### INSTRUCTIONS FOR THE TASK
Report all lines of the records that contain "MemberTree".

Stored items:

-=-=-

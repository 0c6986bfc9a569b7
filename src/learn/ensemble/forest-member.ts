/**
 * Grow tree t of a bagged ensemble or random forest as a pure function of (data, plan, seed, t): the
 * bootstrap draws come from `derive(seed, t, 0)` and the grower's feature sampling from
 * `derive(seed, t, 1)`, so trees can be grown in any order or on any worker with identical results.
 */
import type { Frame } from '../../table/frame.js';
import { derive } from '../../util/rng.js';
import type { FlatTree } from '../flat-tree.js';
import type { Response } from '../grow-task.js';
import { drawBootstrapCounts } from './bootstrap.js';
import { growEnsembleTree } from './engine.js';
import type { MemberTree } from './options.js';

/** What every member is grown from (shared, read-only). */
export interface MemberData {
  readonly frame: Frame;
  readonly response: Response;
  /** Sample weights (class weights applied), one per row. */
  readonly weights: Float64Array;
}

/** How members are grown. */
export interface MemberPlan {
  readonly tree: MemberTree;
  /** Features tried at each split (0 = all: bagging). */
  readonly featuresPerSplit: number;
}

export interface GrownMember {
  readonly tree: FlatTree;
  /** Bootstrap count of each row (0 = out-of-bag for this tree). */
  readonly counts: Float64Array;
}

/**
 * Grow member `t`.
 * @example
 * const { tree, counts } = growForestMember(data, plan, 42, 0);
 */
export function growForestMember(data: MemberData, plan: MemberPlan, seed: number, t: number): GrownMember {
  const n = data.frame.nRows;
  const counts = drawBootstrapCounts(n, derive(seed, t, 0));
  const weights = new Float64Array(n);
  for (let i = 0; i < n; i++) weights[i] = counts[i] * data.weights[i];
  const { tree } = growEnsembleTree({
    frame: data.frame,
    weights,
    response: data.response,
    settings: { ...plan.tree.grow, featuresPerSplit: plan.featuresPerSplit },
    rng: derive(seed, t, 1),
  }, plan.tree.engine);
  return { tree, counts };
}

-=-=-

### THE ANSWER
import type { MemberTree } from './options.js';
  readonly tree: MemberTree;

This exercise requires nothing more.